Personal information
- Full name: Ken Duff
- Born: 31 December 1941
- Original team: Parkside
- Height: 185 cm (6 ft 1 in)
- Weight: 76 kg (168 lb)

Playing career^{1}
- Years: Club / Games (Goals)
- 1961–1965: Footscray / 67 (15)
- ^{1} Playing statistics correct to the end of 1965.

= Ken Duff =

Australian rules footballer

Ken Duff (born 31 December 1941) is a former Australian rules footballer who played with Footscray in the Victorian Football League (VFL).

==Biography==

Duff, who started out as a forward, came into the Footscray side in round seven of the 1961 season and played every game for the rest of the year. He was 19th man for Footscray in the 1961 VFL Grand Final. Although he finished in the losing team that day, he did participate in Footscray's 1963 and 1964 night premierships.
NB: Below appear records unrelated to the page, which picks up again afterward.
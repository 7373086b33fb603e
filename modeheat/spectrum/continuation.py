"""The low-temperature continuation of a spectrum: one resolver for every kind of input.

The three :class:`~modeheat.spectrum.Spectrum` constructors (sampled density, list of
modes, histogram) hand the bottom of their data to one resolver here; the method and its
measured accuracy are described in :mod:`modeheat.spectrum.core`.
"""

from __future__ import annotations

import math
import warnings
from dataclasses import dataclass

import numpy as np

from ..engine.modeset import DebyeBranch, ModeSet
from ..errors import InputError, SpectrumWarning
from ..units import check_kelvin, kelvin_per

__all__ = ["LOW_T_CHOICES"]

_GAUSS = np.polynomial.legendre.leggauss(4)  # Gauss–Legendre nodes per sampled interval

#: The low-temperature continuations that can be asked for by name (else a θ_D(0) in K).
LOW_T_CHOICES = ("auto", "fit", "extrapolate", "off")


def _check_low_t(low_t):
    if isinstance(low_t, str):
        if low_t in LOW_T_CHOICES:
            return low_t
        raise InputError(
            f"low_t must be 'auto', 'fit', 'extrapolate', 'off' or a Debye temperature in K, not {low_t!r}"
        )
    try:
        value = float(low_t)
    except (TypeError, ValueError):
        raise InputError(
            f"low_t must be 'auto', 'fit', 'extrapolate', 'off' or a Debye temperature in K, not {low_t!r}"
        ) from None
    if not (math.isfinite(value) and value > 0):
        raise InputError(f"a Debye temperature for low_t must be positive, not {low_t!r}")
    return check_kelvin("low_t", value)


def _interval_nodes(x: np.ndarray, g: np.ndarray, lo: float, ratio_form: np.ndarray):
    """Gauss–Legendre nodes and weights of ∫ g over the sampled intervals above `lo`.

    Interval i spans [x_i, x_i+1]; where ratio_form[i] the density is linear in g/x²,
    else linear in g.  Parts of intervals below `lo` are left out.
    """
    a, b = x[:-1], x[1:]
    ga, gb = g[:-1], g[1:]
    a_eff = np.maximum(a, lo)
    keep = b > a_eff
    a, b, ga, gb, a_eff, ratio_form = a[keep], b[keep], ga[keep], gb[keep], a_eff[keep], ratio_form[keep]
    t, w = _GAUSS
    half = 0.5 * (b - a_eff)
    nodes = (0.5 * (a_eff + b))[:, None] + half[:, None] * t[None, :]
    frac = (nodes - a[:, None]) / (b - a)[:, None]
    with np.errstate(divide="ignore", invalid="ignore"):
        rb = gb / b**2
        # An interval that starts at ω = 0 has no g/ω² there: it continues the right end's.
        ra = np.where(a > 0, ga / np.where(a > 0, a, 1.0) ** 2, rb)
    dens_ratio = nodes**2 * (ra[:, None] + (rb - ra)[:, None] * frac)
    dens_lin = ga[:, None] + (gb - ga)[:, None] * frac
    dens = np.where(ratio_form[:, None], dens_ratio, dens_lin)
    return nodes.ravel(), (dens * half[:, None] * w[None, :]).ravel()

# --- the low-temperature continuation: one resolver for every kind of input -------------------
#
# Each constructor hands the bottom of its data to `_resolve` as mode counts at sample
# points (`_LowEnd`), gets back a `_Continuation` (method, cut-off ω_c and the law below it),
# keeps its own nodes above ω_c and lets `_continued` add the branch below.

_WINDOW_TOPS = (0.008, 0.011, 0.015, 0.020, 0.025)  # fit windows end where the data hold these fractions of 3 modes
_WINDOW_STARTS = (0.20, 0.25, 0.30, 0.35, 0.40)  # ... and start at these fractions of their end
_ARTEFACT = 0.03  # ω_c of a density: its fitted resolution term is below 3 % of the ω² law's mode count
_EXPONENT = (2.4, 4.5)  # N(ω) ∝ ω^p with p in this range passes for an ω² bottom
_MIN_POSITIVE = 4  # sample points holding modes needed to judge the bottom at all
_MAX_MODE_POINTS = 2048  # a list of modes is counted at about this many frequencies


def _octave_nodes(octaves: int = 6) -> tuple[np.ndarray, np.ndarray]:
    """Nodes t and weights of ∫₀¹ t⁴ dt by Gauss–Legendre on each octave [2^-(j+1), 2^-j].

    Below the last octave lies 2^-(5·octaves) of the integral; the weights are scaled to
    sum to 1/5 exactly, so the law's nodes carry exactly its modes.
    """
    t, w = _GAUSS
    lo = 0.5 ** np.arange(1, octaves + 1)
    half = 0.5 * lo  # each octave [lo, 2·lo] has half-width lo/2
    nodes = (1.5 * lo)[:, None] + half[:, None] * t[None, :]
    weights = (nodes**4 * half[:, None] * w[None, :]).ravel()
    return nodes.ravel(), weights * (0.2 / weights.sum())


_LAW_NODES = _octave_nodes()  # the ω⁴ part of the law on [0, ω_c], in units of ω_c


@dataclass(frozen=True)
class _LowEnd:
    """The bottom of a spectrum as the resolver sees it.

    theta : ndarray — sample points in K, increasing; theta[0] = 0 where the data reach 0
    count : ndarray — modes below each point, normalised to 3·atoms in all
    kind : str — how the counts came about, which decides the resolution term fitted
        with the law:

        * "density" — a density interpolated between the points: the fit takes each
          interval's mean density, plus a free constant density for what the unresolved
          bottom spreads upwards (a tetrahedron DOS undercounts it, a smeared one leaks
          states down into it; either way a constant in g to first order);
        * "bins" — exact counts at bin edges: the fit takes the counts, plus a free
          constant count for what the first bins hold beyond the law (Γ's zero modes);
        * "modes" — a list of modes, counted at each distinct frequency up to half its
          own weight: the count at ω = 0 (zero modes) is known, so the fit takes the
          counts above it with no free constant.
    """

    theta: np.ndarray
    count: np.ndarray
    kind: str


@dataclass(frozen=True)
class _Continuation:
    """What the resolver chose.

    method : "auto" (the ω² law fitted above the unresolved bottom), "fit" (an ω² branch
        with the data's own mode count below ω_c), "extrapolate", "theta" (θ_D(0) given)
        or "off"
    cutoff : float — ω_c in K (0 when off)
    a, b : float — below ω_c, g = a·θ² + b·θ⁴ in modes per K (normalised); unused by "fit"
    theta : float — θ_D(0) in K: the one given, or for "off" the data's own estimate
    """

    method: str
    cutoff: float = 0.0
    a: float = 0.0
    b: float = 0.0
    theta: float = math.inf


@dataclass(frozen=True)
class _BottomFit:
    """A fit of the law: g = a·θ² + b·θ⁴ (modes per K, normalised) below ω_c = `cutoff` in K."""

    a: float
    b: float
    cutoff: float


def _acoustic_doubt(low: _LowEnd) -> str | None:
    """Why the bottom of the data is not an ω² rise (None when it is, or when too coarse to tell).

    With enough points below the top of the fit range, the mode count's exponent between
    half that top and the top decides; finely sampled data with no modes below half the
    top have a gap; coarse data have one when at least two sample points above 0 come
    before the first modes.
    """
    x, n = low.theta, low.count
    pos = np.flatnonzero(n > n[0])
    if pos.size < _MIN_POSITIVE:
        return f"too few sampled modes ({pos.size} point(s) with modes) to judge the low-frequency end"
    gap = f"no modes below {x[pos[0] - 1] if pos[0] > 0 else x[pos[0]]:.4g} K (a gap, or an optical peak at the bottom)"
    top = float(np.interp(3.0 * _WINDOW_TOPS[-1], n, x))
    lower_half = np.count_nonzero(x[pos] < 0.5 * top)
    if lower_half >= 4:
        upper = float(np.interp(top, x, n)) - n[0]
        lower = float(np.interp(0.5 * top, x, n)) - n[0]
        p = math.log2(upper / lower) if lower > 0 else math.inf
        if not _EXPONENT[0] <= p <= _EXPONENT[1]:
            return f"the mode count below {top:.4g} K grows as ω^{p:.2g}, not as ω³ (a gap or no acoustic branch)"
        return None
    if lower_half == 0 and np.count_nonzero(x[pos] <= top) >= 4:
        return gap
    if pos[0] > 2 and x[pos[0] - 2] > 0:
        return gap
    return None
In subsequent years he played as a defender or ruck-rover and after a couple of interrupted seasons appeared in 17 of a possible 18 games in 1964. He was again a regular selection in 1965 but in the 1966 pre-season was cut from Footscray's list.

His grandson, Sam Fisher, was drafted by Sydney in 2016, and later won the Sandover Medal in the West Australian Football League in 2020.